En este contexto, cualquier hombre actual puede pensar: “¿Dios para qué está? Parece como que no existe”; ése es el espíritu y pensamiento del mundo moderno que además incentiva los desórdenes de los corazones, de los sentimientos. Este espíritu de inmanencia que vivimos hace mucho más difícil que el hombre pueda creer, que pueda adherirse al don de la fe, cambie y viva de acuerdo a la ley de Dios.

 

La gracia de la trascendencia divina


San Agustín, antes de su conversión se parecía mucho al hombre moderno, era muy soberbio, creía que todo lo podía y lo que no podía, con un poco más de esfuerzo lo podría alcanzar. Conviene recordar lo que dijo en sus Confesiones: Tú estabas dentro de mí, y yo fuera, y por fuera te buscaba… Llamaste y clamaste, y rompiste mi sordera.

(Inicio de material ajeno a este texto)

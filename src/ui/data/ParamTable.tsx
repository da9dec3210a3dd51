import { useState } from 'react';
import { formatValue } from '../plot';

/** Row height of the parameter table in CSS pixels (fixed in styles.css, so the window can be computed). */
export const PARAM_ROW_PX = 21;
/** Above this many parameters only the rows in the scrolled window are rendered. */
export const WINDOWED_ABOVE = 40;
/** Rows in view at once when windowed; a few more are rendered above and below. */
const VISIBLE_ROWS = 14;
const OVERSCAN = 6;

export interface ParamTableProps {
  caption: string;
  names: readonly string[];
  /** This run's values (original units), or null before it has any. */
  values: readonly number[] | null;
  known: { title: string; values: readonly number[] } | null;
}

/**
 * The parameters of the run beside the known answer. A network has hundreds to thousands of
 * parameters and the view updates as the run streams, so past WINDOWED_ABOVE rows the table scrolls
 * inside a fixed box and renders only the rows in view (spacer rows keep the scroll height right):
 * re-rendering every row on every update kept the page busy for tens of milliseconds each time.
 */
export function ParamTable({ caption, names, values, known }: ParamTableProps) {
  const [scrollTop, setScrollTop] = useState(0);
  const windowed = names.length > WINDOWED_ABOVE;
  const first = windowed ? Math.max(0, Math.floor(scrollTop / PARAM_ROW_PX) - OVERSCAN) : 0;
  const last = windowed ? Math.min(names.length, first + VISIBLE_ROWS + 2 * OVERSCAN) : names.length;
  const columns = known ? 3 : 2;
  const rows = [];
  for (let k = first; k < last; k++)
    rows.push(
      <tr key={names[k]}>
        <th scope="row" className="mono">
          {names[k]}
        </th>
        <td className="mono" data-col="run">
          {values ? formatValue(values[k]) : '—'}
        </td>
        {known && (
          <td className="mono" data-col="known">
            {formatValue(known.values[k])}
          </td>
        )}
      </tr>,
    );
  const table = (
    <table className="param-table" data-testid="param-table" data-rows={names.length}>
      <caption>{caption}</caption>
      <thead>
        <tr>
          <th scope="col">parameter</th>
          <th scope="col">this run</th>
          {known && <th scope="col">{known.title}</th>}
        </tr>
      </thead>
      <tbody>
        {first > 0 && <tr aria-hidden="true" style={{ height: first * PARAM_ROW_PX }}><td colSpan={columns} /></tr>}
        {rows}
        {last < names.length && <tr aria-hidden="true" style={{ height: (names.length - last) * PARAM_ROW_PX }}><td colSpan={columns} /></tr>}
      </tbody>
    </table>
  );
  if (!windowed) return table;
  return (
    <div className="param-scroll" style={{ maxHeight: VISIBLE_ROWS * PARAM_ROW_PX + 48 }} onScroll={(e) => setScrollTop(e.currentTarget.scrollTop)} tabIndex={0} aria-label={`${names.length} parameters, scroll to see them all`}>
      {table}
    </div>
  );
}
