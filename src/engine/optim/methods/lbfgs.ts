import { dot, norm2 } from '../../vector';
import { clearHistory, createHistory, pushPair, twoLoopDirection, type CurvatureHistory } from '../quasiNewton/history';
import { strongWolfeSearch, type LinePoint } from '../search';
import type { ResolvedSpec } from '../spec';
import type { Optimizer, StepReport } from '../types';
import { choice, number, type SettingValues } from '../settings';
import { defineMethod } from './method';

/**
 * L-BFGS (Liu & Nocedal, "On the limited memory BFGS method for large scale optimization", Math.
 * Programming 45, 1989; Nocedal & Wright, Numerical Optimization, 2nd ed., 2006, Alg. 7.4-7.5):
 *   p_k = -H_k g_k by the two-loop recursion over the last m pairs (s_i, y_i), H_k^0 = gamma_k I with
 *   gamma_k = s^T y / y^T y of the newest pair; x_{k+1} = x_k + a_k p_k with a_k from a strong-Wolfe
 *   line search (N&W Alg. 3.5/3.6, safeguarded cubic interpolation; c1 = 1e-4, c2 = 0.9), first trial
 *   a = lr (1 for quasi-Newton steps).
 * While no pair is held (the first step, or after a reset) the direction is -g and the first trial is
 * lr min(1, 1/||g||_1), PyTorch's first-step rule. A pair is stored only when
 * y^T s > 1e-10 |s| |y| (our scale-free version of PyTorch's absolute y^T s > 1e-10; SciPy's BFGS
 * skips non-positive y^T s similarly). If the search finds no step with sufficient decrease, the
 * memory is cleared and the search repeated along -g; if that fails too the point stays put
 * (learning rate reported 0, `noDescent` set: the run loop ends the run there and judges the point).
 * Defaults m = 10 (SciPy L-BFGS-B; PyTorch 100), at most 20 evaluations per search.
 * 'none' line search takes the fixed step a = lr (PyTorch's default line_search_fn=None).
 * The step leaves the gradient at the new point in the work buffer and reports lossAtNewPoint, so the
 * run loop does not re-evaluate (it then counts none of its own); extraEvaluations is therefore every
 * evaluation the search made.
 * With l2Penalty the objective is f + l2/2 |x|^2 throughout; the recorded loss stays f.
 */
const LBFGS_SETTINGS = {
  historySize: number(10, { label: 'history size (m)', min: 1, max: 1000, integer: true, help: 'Curvature pairs kept.' }),
  lineSearch: choice(['strong-wolfe', 'none'], {
    label: 'line search',
    help: "'strong-wolfe': Nocedal & Wright Alg. 3.5/3.6; 'none': fixed step equal to the learning rate (PyTorch's default).",
  }),
  c1: number(1e-4, { label: 'c1 (sufficient decrease)', min: 0, max: 1, minExclusive: true, maxExclusive: true, help: 'Armijo constant of the Wolfe conditions.' }),
  c2: number(0.9, { label: 'c2 (curvature)', min: 0, max: 1, minExclusive: true, maxExclusive: true, help: 'Curvature constant of the strong Wolfe conditions (0.9 for quasi-Newton).' }),
  maxLineSearchEvaluations: number(20, { label: 'evaluations per line search', min: 1, max: 1000, integer: true, help: 'Budget of function evaluations for one line search.' }),
};

export const lbfgs = defineMethod({
    kind: 'lbfgs',
    label: 'L-BFGS',
    defaultLearningRate: 1,
    family: 'line-search',
    settings: LBFGS_SETTINGS,
    defaultWeightDecay: 0,
    summary: 'Quasi-Newton steps from a short memory of gradient changes, with a line search.',
    source: 'D. C. Liu & J. Nocedal, "On the limited memory BFGS method for large scale optimization", Math. Programming 45, 1989.',
  crossChecks: ({ c1, c2 }) => (c1 < c2 ? [] : [['hyper.c1', `c1 must be less than c2, got c1 = ${c1}, c2 = ${c2}`]]),
  build: (settings, spec) => buildLbfgs(settings, spec),
});

export interface LbfgsState {
  history: CurvatureHistory;
}

function buildLbfgs(settings: SettingValues<typeof LBFGS_SETTINGS>, spec: ResolvedSpec): Optimizer<LbfgsState> {
  const { historySize: m, c1, c2, maxLineSearchEvaluations: maxEvaluations } = settings;
  const useSearch = settings.lineSearch === 'strong-wolfe';
  const lr = spec.learningRate;
  const l2 = spec.l2Penalty;
  let n = -1;
  let g0 = new Float64Array(0);
  let p = new Float64Array(0);
  let trial = new Float64Array(0);
  let trialGrad = new Float64Array(0);
  let s = new Float64Array(0);
  let y = new Float64Array(0);
  const alpha = new Float64Array(m);
  const ensure = (dim: number) => {
    if (dim === n) return;
    n = dim;
    [g0, p, trial, trialGrad, s, y] = Array.from({ length: 6 }, () => new Float64Array(dim));
  };

  return {
    label: useSearch ? 'L-BFGS' : 'L-BFGS (fixed step)',
    init: (x0) => ({ history: createHistory(m, x0.length) }),
    step(x, grad, state, ctx): StepReport {
      ensure(x.length);
      const h = state.history;
      for (let i = 0; i < n; i++) g0[i] = grad[i] + l2 * x[i];
      const phi0 = ctx.loss + 0.5 * l2 * dot(x, x);
      let evaluations = 0;
      let lastA = Number.NaN;
      let lastF = Number.NaN;
      /** phi(a) at x + a p: penalised value and slope; trialGrad keeps the raw gradient there. */
      const phi = (a: number, out: LinePoint) => {
        for (let i = 0; i < n; i++) trial[i] = x[i] + a * p[i];
        const f = ctx.oracle.valueGradient(trial, trialGrad);
        lastA = a;
        lastF = f;
        let d = 0;
        for (let i = 0; i < n; i++) d += (trialGrad[i] + l2 * trial[i]) * p[i];
        out.f = f + 0.5 * l2 * dot(trial, trial);
        out.d = d;
      };
      const stayPut = (): StepReport => ({ learningRate: 0, extraEvaluations: evaluations, lossAtNewPoint: ctx.loss, noDescent: true });
      if (norm2(g0) === 0) return stayPut();

      for (;;) {
        twoLoopDirection(h, g0, p, alpha);
        let dphi0 = dot(g0, p);
        if (!(dphi0 < 0)) {
          // Not a descent direction (possible with noisy gradients): start the memory afresh.
          clearHistory(h);
          twoLoopDirection(h, g0, p, alpha);
          dphi0 = dot(g0, p);
        }
        const gNorm1 = g0.reduce((acc, v) => acc + Math.abs(v), 0);
        const a1 = h.count === 0 ? lr * Math.min(1, 1 / gNorm1) : lr;
        let accepted: LinePoint | null = null;
        if (useSearch) {
          const result = strongWolfeSearch(phi, phi0, dphi0, a1, { c1, c2, maxEvaluations });
          evaluations += result.evaluations;
          if (result.status !== 'failed') accepted = result.point;
        } else {
          const point: LinePoint = { a: a1, f: Number.NaN, d: Number.NaN };
          phi(a1, point);
          evaluations += 1;
          accepted = point;
        }
        if (accepted) {
          if (accepted.a !== lastA) {
            phi(accepted.a, { a: accepted.a, f: 0, d: 0 });
            evaluations += 1;
          }
          const a = accepted.a;
          for (let i = 0; i < n; i++) {
            s[i] = a * p[i];
            y[i] = trialGrad[i] + l2 * trial[i] - g0[i];
          }
          const ys = dot(y, s);
          if (ys > 1e-10 * norm2(s) * norm2(y)) pushPair(h, s, y, ys);
          x.set(trial);
          grad.set(trialGrad);
          return { learningRate: a, extraEvaluations: evaluations, lossAtNewPoint: lastF };
        }
        if (h.count === 0) return stayPut();
        clearHistory(h);
      }
    },
  };
}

Nosotros también pidamos esa gracia, que nos demos cuenta que siempre necesitamos a Dios Nuestro Señor, que sin la trascendencia divina, sin ayuda de la gracia, sin el don de la fe que nos da el bautismo, sin perseverar en esa vida sobrenatural, no podemos llegar al Cielo.


La trascendencia divina es reconocer que Dios es mucho más de lo que nosotros pensamos de Él, que Dios está mucho más allá de lo que naturalmente podemos hacer y realizar y que si Él no nos salva por su gracia, no podemos llegar al Cielo.


Que Dios nos conceda descubrir los engaños de la ciencia, de la cultura moderna, que no solo es pensada sin Dios sino promovida contra Dios. Que nos conceda no caer en ese engaño y que abra nuestros oídos y nuestros labios a la fe, para que siempre podamos comunicarla a los demás.


Que la Santísima Virgen María, que tuvo más fe que nadie, nos obtenga la gracia de saber que necesitamos el don de la fe, que solo puede ser dado de lo alto, pero que hay que desearlo.